We never have used Hardie outside, we've only used ditra. I only mentioned that as a alternative because it's cement based ... and should have a membrane if it is used.

His application BTW isn't recommended outdoors anyhow with the temps.


----------



## Snow Man (Aug 18, 2008)

Snow Man said:


> *Freeze / Thaw cycles make contractors look bad in any trade.*
> 
> *You cannot fool Mothernature!:sad:*


 .................**************************.........................


----------



## ClassicCarpets (Aug 28, 2008)

Snow Man said:


> .................**************************.........................

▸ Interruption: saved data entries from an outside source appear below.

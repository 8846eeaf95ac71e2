import { useStudio } from "@/features/settings/api/settings.ts";
import { Planner } from "@/features/planner/components/planner.tsx";
import { SkeletonRows } from "@/components/ui/feedback.tsx";

/** The planner on its own: a quick answer at the counter, nothing saved. */
export function Component() {
  const { settings, words } = useStudio();
  if (!settings) return <SkeletonRows />;
  return (
    <div className="space-y-5">
      <header className="print:hidden">
        <h1 className="text-2xl font-bold tracking-tight">Planner</h1>
        <p className="text-sm text-graphite">
          Window, borders, glazing and frame for a sheet, recomputed as you type. Nothing here is saved; plan from an object's page to keep it.
        </p>
      </header>
      <h1 className="hidden text-xl font-bold print:block">
        {settings.studioName} · {words.Mount} plan
      </h1>
      <Planner settings={{ unit: settings.unit, minOverlapMm: settings.minOverlapMm, rebateClearanceMm: settings.rebateClearanceMm, framePresets: settings.framePresets, words }} />
    </div>
  );
}
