import { Navigate } from "react-router";
import { isStudio } from "@shared/permissions.ts";
import { useMe } from "@/features/session/api/session.ts";
import { useStudio } from "@/features/settings/api/settings.ts";
import { useObjects } from "@/features/objects/api/objects.ts";
import { ObjectsTable } from "@/features/objects/components/objects-table.tsx";
import { ButtonLink } from "@/components/ui/button.tsx";
import { Card, EmptyState, Notice } from "@/components/ui/feedback.tsx";
import { noItems, PageHeader, QueryView } from "@/components/ui/list-page.tsx";

/** Bench: today's work — what is in the studio now. */
export function Component() {
  const { data: user } = useMe();
  const { unit, settings } = useStudio();
  const studio = !!user && isStudio(user);
  const inStudio = useObjects({ status: "in-studio", sort: "updatedAt", dir: "desc", pageSize: 25 });
  if (user && !studio) return <Navigate to="/objects" replace />;

  return (
    <div className="space-y-6">
      <PageHeader
        title="Bench"
        intro={`${settings?.studioName ?? "Your studio"} — the work in hand today.`}
        actions={
          <div className="flex gap-2">
            <ButtonLink to="/objects/new">Receive an object</ButtonLink>
            <ButtonLink to="/objects" variant="secondary">
              Open the register
            </ButtonLink>
          </div>
        }
      />
      <Notice tone="warn" title="At the bench">
        Glass and mount-cutter blades cut: wear gloves and eye protection, and put used blades in a sharps container. Lift heavy frames with two people, never by the top rail.
      </Notice>
      <Card title={`In the studio now${inStudio.data ? ` · ${inStudio.data.total}` : ""}`}>
        <QueryView
          query={inStudio}
          rows={5}
          isEmpty={noItems}
          empty={
            <EmptyState title="Nothing in the studio" action={<ButtonLink to="/objects/new">Receive an object</ButtonLink>}>
              Objects you receive show here until they go back to their owner.
            </EmptyState>
          }
        >
          {(data) => (
            <div className="-mx-5 -my-4">
              <ObjectsTable items={data.items} unit={unit} />
            </div>
          )}
        </QueryView>
      </Card>
    </div>
  );
}
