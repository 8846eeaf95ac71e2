import { Link } from "react-router";

export function Component() {
  return (
    <div className="max-w-lg">
      <h1 className="text-2xl font-semibold">Nothing here</h1>
      <p className="mt-2 text-graphite">This address does not match a page in Reversa.</p>
      <Link to="/objects" className="mt-4 inline-block font-medium text-accent underline">
        Go to the register
      </Link>
    </div>
  );
}
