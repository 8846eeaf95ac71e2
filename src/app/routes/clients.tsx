import { Link } from "react-router";
import { CLIENT_KIND_LABELS, type ClientRecord } from "@shared/schemas/clients.ts";
import { can } from "@shared/permissions.ts";
import { useMe } from "@/features/session/api/session.ts";
import { useClients } from "@/features/clients/api/clients.ts";
import { ButtonLink } from "@/components/ui/button.tsx";
import { DataTable, type Column } from "@/components/ui/data-table.tsx";
import { ListSection, PageHeader } from "@/components/ui/list-page.tsx";
import { EmptyState } from "@/components/ui/feedback.tsx";

const COLUMNS: Column<ClientRecord>[] = [
  {
    key: "name",
    header: "Name",
    td: "font-semibold",
    cell: (c) => (
      <Link to={`/clients/${c.id}`} className="text-accent hover:underline">
        {c.name}
      </Link>
    ),
  },
  { key: "kind", header: "Kind", td: "text-ink-soft", cell: (c) => CLIENT_KIND_LABELS[c.kind] },
  { key: "contact", header: "Contact", td: "text-ink-soft", cell: (c) => [c.contactName, c.email].filter(Boolean).join(" · ") || "—" },
  { key: "objects", header: "Objects", align: "right", td: "num", cell: (c) => c.objectCount },
];

export function Component() {
  const { data: user } = useMe();
  const clients = useClients();
  return (
    <div className="space-y-5">
      <PageHeader
        title="Clients"
        intro="Private owners and institutions whose works the studio looks after."
        actions={can(user, "client:write") && <ButtonLink to="/clients/new">New client</ButtonLink>}
      />
      <ListSection
        label="Clients"
        query={clients}
        isEmpty={(d) => d.length === 0}
        empty={
          <EmptyState title="No clients yet" action={can(user, "client:write") ? <ButtonLink to="/clients/new">Add the first client</ButtonLink> : undefined}>
            Each object belongs to a client: a private owner or an institution.
          </EmptyState>
        }
      >
        {(data) => (
          <DataTable
            columns={COLUMNS}
            rows={data}
            rowKey={(c) => c.id}
            head="plain"
            padX="px-4"
            tableClassName="w-full text-sm"
            rowClassName="border-b border-stone-light last:border-0"
          />
        )}
      </ListSection>
    </div>
  );
}
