/** The plan in millimetres: what the drawing and the checks work from. */
export type PlanGeometry = {
  unit: Unit;
  stepMm: number;
  minOverlapMm: number;
  sheet: Box;
  imageBorders: Sides | null;
  modes: Record<SideName, SideMode>;
  aperture: Box;
  overlap: Sides;
  windowOnSheet: { left: number; top: number };
  borders: Sides;
  outer: Box;
  topWindow: Box | null;
  doubleReveal: number | null;
  glazing: Box & { weightKg?: number; material?: "glass" | "acrylic"; thickness?: number; uvFiltering?: boolean };
  rebate: Box;
  rebateLip: number;
  sight: Box;
  moulding: { length: number; faceWidth: number; wastePercent: number };
  package: { thickness: number; rebateDepth?: number; weightKg?: number };
  yield?: { perSheet: number; sheet: Box; kerf: number; utilisation: number };
  spacerDepth: number;
  /** The figures as shown: one unit, rounded once, adding up (figures.ts). */
  figures: Figures;
};

export type PlanResult =
  | { ok: true; plan: MountPlan; geometry: PlanGeometry }
  | { ok: false; fields: Record<string, string> };

const SIDE_WORD: Record<SideName, string> = { left: "Left edge", top: "Top edge", right: "Right edge", bottom: "Bottom edge" };
const AXIS_OF: Record<SideName, "width" | "height"> = { left: "width", right: "width", top: "height", bottom: "height" };
const OPPOSITE: Record<SideName, SideName> = { left: "right", right: "left", top: "bottom", bottom: "top" };

/**
 * A window that covers more than this share of the image's width or height on one side hides a
 * large part of the picture: Reversa's own threshold (no source), to make the framer look again.
 */
export const LARGE_IMAGE_SHARE = 0.1;

/** Findings that mean the mount cannot be built as planned: a record of work done may not hold them. */
export const UNBUILDABLE = new Set(["sheet-past-outer", "window-off-sheet", "window-larger-than-sheet", "image-borders-exceed-sheet", "lip-covers-window", "board-too-small"]);

type BorderKind = "fitOuter" | "default" | "all" | "side" | "each";

/** The field a side's border comes from, for messages about it. */
function borderPath(kind: BorderKind, s: SideName): string {
  if (kind === "fitOuter") return AXIS_OF[s] === "width" ? "fitOuter.width" : "fitOuter.height";
  if (kind === "default") return "borders";
  if (kind === "all") return "borders.all";
  if (kind === "side" && AXIS_OF[s] === "width") return "borders.side";
  return `borders.${s}`;
}

/**
 * Reads one plan's lengths into mm, collecting field errors, and shows lengths in the display unit.
 * A class rather than closures inside computePlan: the planner is a hot path, and the server's
 * TypeScript loader names every local function it creates on each call.
 */
class PlanText implements Formatters {
  readonly fields: Record<string, string> = {};
  /** The studio minimum overlap as shown; set once the figures are known. */
  minText = "";
  constructor(
    readonly unit: Unit,
    readonly du: Unit,
  ) {}

  failed(): boolean {
    for (const _ in this.fields) return true;
    return false;
  }

  /** Reads a length into mm; records a field error and returns NaN when it is not one. */
  len(v: string | number | undefined, path: string, opts: { min?: number; positive?: boolean; label: string }): number {
    if (v === undefined) return NaN;
    const r = parseLength(v, this.unit);
    if (!r.ok) {
      this.fields[path] = `${opts.label}: ${r.message}`;
      return NaN;
    }
    if (opts.positive && !(r.mm > 0)) this.fields[path] = `${opts.label} must be greater than 0.`;
    else if (opts.min !== undefined && r.mm < opts.min) this.fields[path] = `${opts.label} cannot be negative.`;
    return r.mm;
  }

  /** Any length in the display unit, on the shown grid: for lengths that are not part of a sum. */
  length(mm: number, rounding: "nearest" | "down" | "up" = "nearest"): string {
    return figureLength(shownLength(mm, this.du, rounding), this.du);
  }

  /** A figure already on the shown grid, with its unit. */
  shown(mm: number): string {
    return figureLength(mm, this.du);
  }

  minimum(): string {
    return this.minText;
  }
}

I read that earlier ... read TCNA


----------



## Bud Cline (Feb 12, 2006)

Classic Carpets, from the very first word this thread has been about an outdoor project.

Let's try to keep things straight here so as not to mislead your fellow craftsmen.

First you said:



> Classic Carpets: *First of all, don't use ceramic (in case you don't know). Ceramic will bust in freezing temperature* for the fact that it is a porous tile that will hold water, therefore when it freezes outside, it can bust the tile. Porcelain can be interior or exterior as it is a tile that is fired hotter and usually only holds <.05% water.

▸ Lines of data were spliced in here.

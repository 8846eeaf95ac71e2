import { Router, type RequestHandler } from "express";
import multer from "multer";
import type { Db } from "../../db/client.ts";
import type { Config } from "../../lib/config.ts";
import { createStorage } from "../../lib/storage.ts";
import { StudioSettingsSchema } from "../../../shared/schemas/settings.ts";
import { requirePermission } from "../../middleware/require-permission.ts";
import { input, validate } from "../../middleware/validate.ts";
import { createSettingsService, LOGO_MAX_BYTES, logoProblem } from "./settings.service.ts";

export function settingsRoutes(db: Db, config: Pick<Config, "uploadsDir">) {
  const service = createSettingsService(db, createStorage(config.uploadsDir));
  const r = Router();
  r.get("/", requirePermission("settings:read"), (_req, res) => {
    res.json(service.get());
  });
  r.put("/", requirePermission("settings:update"), validate({ body: StudioSettingsSchema }), (req, res) => {
    res.json(service.save(input(req, "body", StudioSettingsSchema)));
  });

  const receive = multer({
    storage: multer.memoryStorage(),
    limits: { fileSize: LOGO_MAX_BYTES, files: 1, fields: 2, fieldSize: 1024, parts: 4, headerPairs: 50 },
  }).single("file");
  const receiveLogo: RequestHandler = (req, res, next) => {
    receive(req, res, (err: unknown) => {
      if (!err) return next();
      if (err instanceof multer.MulterError) {
        if (err.code === "LIMIT_FILE_SIZE") return next(logoProblem("The logo file is larger than 2 MB. Save a smaller PNG or JPEG and retry."));
        if (err.code === "LIMIT_FILE_COUNT" || err.code === "LIMIT_UNEXPECTED_FILE") return next(logoProblem("Send one image, in the form field “file”."));
        return next(logoProblem("The upload form has unexpected fields. Send the logo image only, in the form field “file”."));
      }
      next(logoProblem("The upload did not arrive whole; the connection may have dropped. Try again."));
    });
  };

  r.put("/logo", requirePermission("settings:update"), receiveLogo, async (req, res) => {
    if (!req.file) throw logoProblem("Choose a PNG or JPEG image to upload, in the form field “file”.");
    res.json(await service.setLogo(req.file.buffer));
  });

  r.delete("/logo", requirePermission("settings:update"), async (_req, res) => {
    res.json(await service.removeLogo());
  });

  // Any signed-in user: the logo is on every document anyway.
  r.get("/logo", async (_req, res) => {
    const file = await service.logoFile();
    res.setHeader("Content-Type", "image/png");
    res.setHeader("Cache-Control", "private, no-cache");
    res.setHeader("X-Content-Type-Options", "nosniff");
    res.sendFile(file);
  });
  return r;
}
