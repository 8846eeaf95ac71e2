import { Link } from "react-router";
import { z } from "zod";
import { CONDITION_CONTEXTS, CONDITION_CONTEXT_LABELS, ConditionListQuerySchema, RATINGS, RATING_LABELS } from "@shared/schemas/condition.ts";
import { useConditionRegister, type ConditionRegisterItem } from "@/features/condition/api/condition.ts";
import { RatingBadge } from "@/features/condition/components/report-view.tsx";
import { DateFilter, EnumFilter, RecordFilter } from "@/components/ui/filters.tsx";
import { DataTable, objectNumberColumn, type Column } from "@/components/ui/data-table.tsx";
import { ListSection, noItems } from "@/components/ui/list-page.tsx";
import { EmptyState } from "@/components/ui/feedback.tsx";
import { Pagination } from "@/components/ui/pagination.tsx";
import { formatDate } from "@/lib/format.ts";
import { studioToday } from "@/lib/today.ts";
import { useSearchState } from "@/lib/use-search-state.ts";

const PAGE_SIZE = 50;
/** The register's address: the shared list query, with "unresolved" and "check due" as switches. */
const SearchSchema = ConditionListQuerySchema.pick({ rating: true, context: true, from: true, to: true, examinerId: true, page: true }).extend({
  unresolved: z.literal("true").optional(),
  due: z.literal("1").optional(),
});
const DATE_INPUT = "rounded-card border border-stone bg-paper-sheet px-2 py-1.5";

const link = "text-accent hover:underline";
const COLUMNS: Column<ConditionRegisterItem>[] = [
  {
    key: "date",
    header: "Date",
    th: "whitespace-nowrap",
    td: "whitespace-nowrap num",
    cell: (r) => (
      <Link className={link} to={`/condition/${r.id}`}>
        {formatDate(r.reportDate)}
      </Link>
    ),
  },
  objectNumberColumn(),
  { key: "title", header: "Title", th: "whitespace-nowrap", cell: (r) => r.objectTitle },
  { key: "context", header: "Context", th: "whitespace-nowrap", td: "text-ink-soft", cell: (r) => CONDITION_CONTEXT_LABELS[r.context] },
  { key: "rating", header: "Rating", th: "whitespace-nowrap", cell: (r) => <RatingBadge rating={r.rating} /> },
  { key: "unresolved", header: "Unresolved", align: "right", th: "whitespace-nowrap", td: "num", cell: (r) => r.unresolvedCount },
  { key: "examiner", header: "Examiner", th: "whitespace-nowrap", td: "text-ink-soft", cell: (r) => r.examinerName },
  { key: "due", header: "Check due", th: "whitespace-nowrap", td: "whitespace-nowrap num", cell: (r) => formatDate(r.checkDueOn) },
  { key: "status", header: "Status", th: "whitespace-nowrap", td: "text-ink-soft", cell: (r) => (r.status === "signed" ? "Signed" : "Draft") },
];

/** Condition: every report across objects, with what is unresolved and what is due. */
export function Component() {
  const { state, set } = useSearchState(SearchSchema, { names: { examinerId: "examiner" } });
  const { rating, context, from, to, examinerId, unresolved, due, page } = state;
  const q = useConditionRegister({ rating, context, from, to, examinerId, unresolved, dueBy: due ? studioToday() : undefined, page, pageSize: PAGE_SIZE });

  return (
    <div className="space-y-5">
      <header>
        <h1 className="text-2xl font-bold tracking-tight">Condition</h1>
        <p className="text-sm text-graphite">Every condition report, newest first. Findings are observations, not treatment: refer treatment to a qualified conservator.</p>
      </header>
      <div className="flex flex-wrap items-center gap-3 text-sm">
        <EnumFilter label="Rating" any="Any rating" values={RATINGS} labels={RATING_LABELS} value={rating} onChange={(v) => set({ rating: v })} />
        <EnumFilter label="Context" any="Any context" values={CONDITION_CONTEXTS} labels={CONDITION_CONTEXT_LABELS} value={context} onChange={(v) => set({ context: v })} />
        <RecordFilter label="Examiner" any="Any examiner" items={q.data?.examiners} value={examinerId} onChange={(v) => set({ examinerId: v })} />
        <DateFilter label="From " ariaLabel="From" wrapClassName="flex items-center gap-1" inputClassName={DATE_INPUT} value={from} onChange={(v) => set({ from: v })} />
        <DateFilter label="to " ariaLabel="To" wrapClassName="flex items-center gap-1" inputClassName={DATE_INPUT} value={to} onChange={(v) => set({ to: v })} />
        <label className="flex items-center gap-2">
          <input type="checkbox" checked={unresolved === "true"} onChange={(e) => set({ unresolved: e.target.checked ? "true" : undefined })} /> Unresolved findings
        </label>
        <label className="flex items-center gap-2">
          <input type="checkbox" checked={!!due} onChange={(e) => set({ due: e.target.checked ? "1" : undefined })} /> Check due
        </label>
      </div>
      <ListSection
        label="Condition reports"
        query={q}
        isEmpty={noItems}
        empty={
          <EmptyState title="No condition reports match">Reports are written from an object's page, on arrival, before and after mounting, and at every hand-over.</EmptyState>
        }
      >
        {(data) => (
          <>
            <DataTable columns={COLUMNS} rows={data.items} rowKey={(r) => r.id} head="plain" tableClassName="w-full text-sm" />
            <Pagination page={page} pageSize={PAGE_SIZE} total={data.total} onPage={(p) => set({ page: p }, null)} />
          </>
        )}
      </ListSection>
    </div>
  );
}
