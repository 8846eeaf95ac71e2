import { eq } from "drizzle-orm";
import type { Db } from "../../db/client.ts";
import { studioSettings } from "../../db/schema.ts";
import type { StudioSettings, StudioSettingsRecord } from "../../../shared/schemas/settings.ts";

export const DEFAULT_SETTINGS: StudioSettingsRecord = {
  studioName: "My framing studio",
  studioAddress: null,
  unit: "mm",
  vocabulary: "mount",
  paperSize: "A4",
  currency: "GBP",
  minOverlapMm: 5,
  rebateClearanceMm: 2,
  checkIntervalMonths: 24,
  checkIntervalOnLoanMonths: 12,
  framePresets: [],
};

// Settings are read on most requests and written rarely: keep the row in memory, per database.
const cache = new WeakMap<Db, StudioSettingsRecord>();

export function getSettings(db: Db): StudioSettingsRecord {
  const cached = cache.get(db);
  if (cached) return cached;
  const row = db.select().from(studioSettings).where(eq(studioSettings.id, 1)).get();
  if (!row) return DEFAULT_SETTINGS;
  const { id: _id, createdAt: _c, updatedAt: _u, ...rest } = row;
  cache.set(db, rest);
  return rest;
}

export function saveSettings(db: Db, update: StudioSettings): StudioSettingsRecord {
  const s: StudioSettingsRecord = { ...update, framePresets: update.framePresets ?? getSettings(db).framePresets };
  db.insert(studioSettings)
    .values({ id: 1, ...s })
    .onConflictDoUpdate({ target: studioSettings.id, set: { ...s, updatedAt: new Date() } })
    .run();
  cache.delete(db);
  return getSettings(db);
}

Then when I mentioned that "porcelain was ceramic" you said:


> Classic Carpets: No way .. your joking, right??


As if you wanted everyone to think you already knew that when in fact you obviously didin't and you wanted to save yourself by making me look foolish. (Refer to your above quote.

Then you said:



> Classic Carpets: You can use the ditra system as your substrate. Or, on the less expensive side, as long as your substrate is 1 '' thick, *you can use a 1/4'' hardibacker* or 1/4'' durock.


THEN when Jaz corrected you on that recommendation because Hardi CAN NOT be used out of doors you began to back-peddle on that topic also attempting to bring another product into question that was never part of the conversation.

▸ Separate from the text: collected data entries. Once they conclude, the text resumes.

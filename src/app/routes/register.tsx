import { useEffect, useState } from "react";
import { useSearchParams } from "react-router";
import {
  OBJECT_STATUSES,
  OBJECT_STATUS_LABELS,
  OBJECT_TYPES,
  OBJECT_TYPE_LABELS,
  REGISTER_BOARD_GRADES,
  REGISTER_GLAZINGS,
  REGISTER_METHODS,
  type ObjectStatus,
  type ObjectType,
  type RegisterBoardGrade,
  type RegisterGlazing,
  type RegisterMethod,
} from "@shared/schemas/objects.ts";
import { ATTACHMENT_METHOD_LABELS, BOARD_GRADE_LABELS, GLAZING_TYPE_LABELS } from "@shared/schemas/mountings.ts";
import { can, isStudio } from "@shared/permissions.ts";
import { useMe } from "@/features/session/api/session.ts";
import { useStudio } from "@/features/settings/api/settings.ts";
import { useObjects } from "@/features/objects/api/objects.ts";
import { studioToday } from "@/lib/today.ts";
import { useClients } from "@/features/clients/api/clients.ts";
import { ObjectsTable, type SortKey } from "@/features/objects/components/objects-table.tsx";
import { FilterSelect, SearchInput } from "@/components/ui/field.tsx";
import { ButtonLink } from "@/components/ui/button.tsx";
import { EmptyState, Notice, SkeletonRows } from "@/components/ui/feedback.tsx";
import { Pagination } from "@/components/ui/pagination.tsx";
import { useDebounced } from "@/lib/use-debounced.ts";
import { DocumentButton } from "@/features/documents/components/document-button.tsx";
import { LabelButton } from "@/features/documents/components/label-button.tsx";
import { LABEL_SHEET_MAX } from "@shared/schemas/documents.ts";

const PAGE_SIZE = 50;
/** "Last mounted" opens newest first: recent mountings are the ones usually asked about. */
const FIRST_DIR: Partial<Record<SortKey, "asc" | "desc">> = { lastMountedOn: "desc" };
const oneOf = <T extends string>(list: readonly T[], v: string | null): T | undefined => (v && (list as readonly string[]).includes(v) ? (v as T) : undefined);

export function Component() {
  const { data: user } = useMe();
  const studio = !!user && isStudio(user);
  const { unit } = useStudio();
  const [params, setParams] = useSearchParams();
  const [q, setQ] = useState(params.get("q") ?? "");
  const debouncedQ = useDebounced(q.trim());

  const sort = (params.get("sort") as SortKey) ?? "objectNumber";
  const dir = (params.get("dir") as "asc" | "desc") ?? "asc";
  const page = Math.max(1, Number(params.get("page") ?? 1) || 1);
  const status = (params.get("status") as ObjectStatus) || undefined;
  const objectType = (params.get("type") as ObjectType) || undefined;
  const clientId = params.get("client") || undefined;
  const method = oneOf<RegisterMethod>(REGISTER_METHODS, params.get("method"));
  const boardGrade = oneOf<RegisterBoardGrade>(REGISTER_BOARD_GRADES, params.get("board"));
  const glazing = oneOf<RegisterGlazing>(REGISTER_GLAZINGS, params.get("glazing"));
  const due = params.get("due") === "1";
  // The server has no clock for "due": a check due today is due wherever the framer is.
  const today = studioToday();

  const update = (changes: Record<string, string | undefined>, resetPage = true) => {
    setParams(
      (prev) => {
        const n = new URLSearchParams(prev);
        for (const [k, v] of Object.entries(changes)) v ? n.set(k, v) : n.delete(k);
        if (resetPage) n.delete("page");
        return n;
      },
      { replace: true },
    );
  };

  useEffect(() => {
    if ((params.get("q") ?? "") !== debouncedQ) update({ q: debouncedQ || undefined });
    // eslint-disable-next-line react-hooks/exhaustive-deps
  }, [debouncedQ]);

  const list = useObjects({
    q: debouncedQ || undefined,
    status,
    objectType,
    clientId,
    method,
    boardGrade,
    glazing,
    checkDueBy: due ? today : undefined,
    sort,
    dir,
    page,
    pageSize: PAGE_SIZE,
  });
  const clients = useClients(studio);
  const title = studio ? "Register" : user?.role === "registrar" ? "Collection" : "My collection";
  const filtered = !!(debouncedQ || status || objectType || clientId || method || boardGrade || glazing || due);
  // A schedule of values is one owner's: the chosen owner for the studio, the signed-in client's own otherwise.
  const scheduleOwner = studio ? clientId : (user?.clientId ?? undefined);
  const mayValue = !!scheduleOwner && can(user, "valuation:read", { clientId: scheduleOwner });
  const scheduleFilter = { q: debouncedQ || undefined, status, objectType, method, boardGrade, glazing, checkDueBy: due ? today : undefined };

  return (
    <div className="space-y-5">
      <header className="flex flex-wrap items-end justify-between gap-4">
        <div>
          <h1 className="text-2xl font-bold tracking-tight">{title}</h1>
          <p className="text-sm text-graphite">
            {studio ? "Every object the studio has recorded. Search by object number, title or maker." : "The objects recorded for you by the studio."}
          </p>
        </div>
        <div className="flex flex-wrap items-start gap-3">
          {mayValue && scheduleOwner ? (
            <DocumentButton
              url={`/api/clients/${scheduleOwner}/documents/schedule`}
              body={scheduleFilter}
              label={Object.values(scheduleFilter).some(Boolean) ? "Schedule of values for these objects (PDF)" : "Schedule of values (PDF)"}
              fallbackName="schedule-of-values.pdf"
            />
          ) : studio ? (
            <span className="max-w-56 text-xs text-graphite">Choose an owner to produce a schedule of values for the objects shown.</span>
          ) : null}
          {can(user, "mounting:write") && filtered && list.data && list.data.total > 0 && list.data.total <= LABEL_SHEET_MAX ? (
            <LabelButton
              url="/api/documents/label-sheet"
              body={{ ...scheduleFilter, clientId }}
              label={`Back labels for these ${list.data.total} object${list.data.total === 1 ? "" : "s"} (PDF)`}
              fallbackName="back-labels.pdf"
              compact
            />
          ) : null}
          {can(user, "object:create") && <ButtonLink to="/objects/new">New object</ButtonLink>}
        </div>
      </header>

      <div role="search" className="flex flex-wrap items-center gap-3">
        <label className="sr-only" htmlFor="register-search">
          Search objects
        </label>
        <SearchInput id="register-search" placeholder="Object number, title or maker" value={q} onChange={(e) => setQ(e.target.value)} className="max-w-sm" />
        {studio && (
          <FilterSelect aria-label="Owner" value={clientId ?? ""} onChange={(e) => update({ client: e.target.value || undefined })}>
            <option value="">All owners</option>
            {clients.data?.map((c) => (
              <option key={c.id} value={c.id}>
                {c.name}
              </option>
            ))}
          </FilterSelect>
        )}
        <FilterSelect aria-label="Status" value={status ?? ""} onChange={(e) => update({ status: e.target.value || undefined })}>
          <option value="">Any status</option>
          {OBJECT_STATUSES.map((s) => (
            <option key={s} value={s}>
              {OBJECT_STATUS_LABELS[s]}
            </option>
          ))}
        </FilterSelect>
        <FilterSelect aria-label="Object type" value={objectType ?? ""} onChange={(e) => update({ type: e.target.value || undefined })}>
          <option value="">Any type</option>
          {OBJECT_TYPES.map((t) => (
            <option key={t} value={t}>
              {OBJECT_TYPE_LABELS[t]}
            </option>
          ))}
        </FilterSelect>
        <FilterSelect aria-label="Method" value={method ?? ""} onChange={(e) => update({ method: e.target.value || undefined })}>
          <option value="">Any method</option>
          {REGISTER_METHODS.map((m) => (
            <option key={m} value={m}>
              {ATTACHMENT_METHOD_LABELS[m]}
            </option>
          ))}
        </FilterSelect>
        <FilterSelect aria-label="Board grade" value={boardGrade ?? ""} onChange={(e) => update({ board: e.target.value || undefined })}>
          <option value="">Any board</option>
          {REGISTER_BOARD_GRADES.map((g) => (
            <option key={g} value={g}>
              {BOARD_GRADE_LABELS[g]}
            </option>
          ))}
        </FilterSelect>
        <FilterSelect aria-label="Glazing" value={glazing ?? ""} onChange={(e) => update({ glazing: e.target.value || undefined })}>
          <option value="">Any glazing</option>
          {REGISTER_GLAZINGS.map((g) => (
            <option key={g} value={g}>
              {GLAZING_TYPE_LABELS[g]}
            </option>
          ))}
        </FilterSelect>
        <label className="inline-flex items-center gap-2 text-sm text-ink-soft">
          <input type="checkbox" className="h-4 w-4 accent-accent" checked={due} onChange={(e) => update({ due: e.target.checked ? "1" : undefined })} />
          Due for a check
        </label>
        {filtered && (
          <button
            type="button"
            className="text-sm font-medium text-accent hover:underline"
            onClick={() => {
              setQ("");
              update({ q: undefined, status: undefined, type: undefined, client: undefined, method: undefined, board: undefined, glazing: undefined, due: undefined });
            }}
          >
            Clear filters
          </button>
        )}
      </div>

      <section aria-label="Objects" className="rounded-card bg-paper-sheet shadow-card" aria-busy={list.isFetching}>
        {list.isPending ? (
          <SkeletonRows />
        ) : list.isError ? (
          <div className="p-4">
            <Notice tone="fail" title="The register could not be loaded">
              {list.error.message}
            </Notice>
          </div>
        ) : list.data.items.length === 0 ? (
          <div className="p-4">
            {due && !(debouncedQ || status || objectType || clientId || method || boardGrade || glazing) ? (
              <EmptyState title="No object is due for a check">Every object with a planned check has it after today.</EmptyState>
            ) : filtered ? (
              <EmptyState title="No object matches">Try fewer words, or clear the filters.</EmptyState>
            ) : (
              <EmptyState
                title="No objects yet"
                action={can(user, "object:create") ? <ButtonLink to="/objects/new">Record the first object</ButtonLink> : undefined}
              >
                The register lists every work the studio receives, with its catalogue, mount and condition history.
              </EmptyState>
            )}
          </div>
        ) : (
          <>
            <ObjectsTable
              items={list.data.items}
              unit={unit}
              sort={sort}
              dir={dir}
              showOwner={studio}
              today={today}
              onSort={(k) => update({ sort: k, dir: sort === k ? (dir === "asc" ? "desc" : "asc") : (FIRST_DIR[k] ?? "asc") })}
            />
            <Pagination page={page} pageSize={PAGE_SIZE} total={list.data.total} onPage={(p) => update({ page: String(p) }, false)} />
          </>
        )}
      </section>
    </div>
  );
}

Please don't mis-lead others by speaking and not knowing what you are talking about. This only serves your needs.


Then you go on to say in another post:



> His application BTW isn't recommended outdoors anyhow with the temps.


That also is NON-SENSE my friend, where are you getting these ideas?

Professionals should be more accurate in their statements in my opinion.
The end-user (customer) deserves better than that.


----------



## ClassicCarpets (Aug 28, 2008)

Bud Cline said:


> Classic Carpets, from the very first word this thread has been about an outdoor project.
> 
> Let's try to keep things straight here so as not to mislead your fellow craftsmen.
> 
> ...


Im quite aware that Hardi cant be used outdoors ... Im quite aware that Porcelain is ceramic. I mentioned the difference between the both because porc is fired hotter. I never said anything about installing fiber outside, I said Hardi may be used with a membrane over it. If it gets wet, freezes, it may bust, crack, whatever.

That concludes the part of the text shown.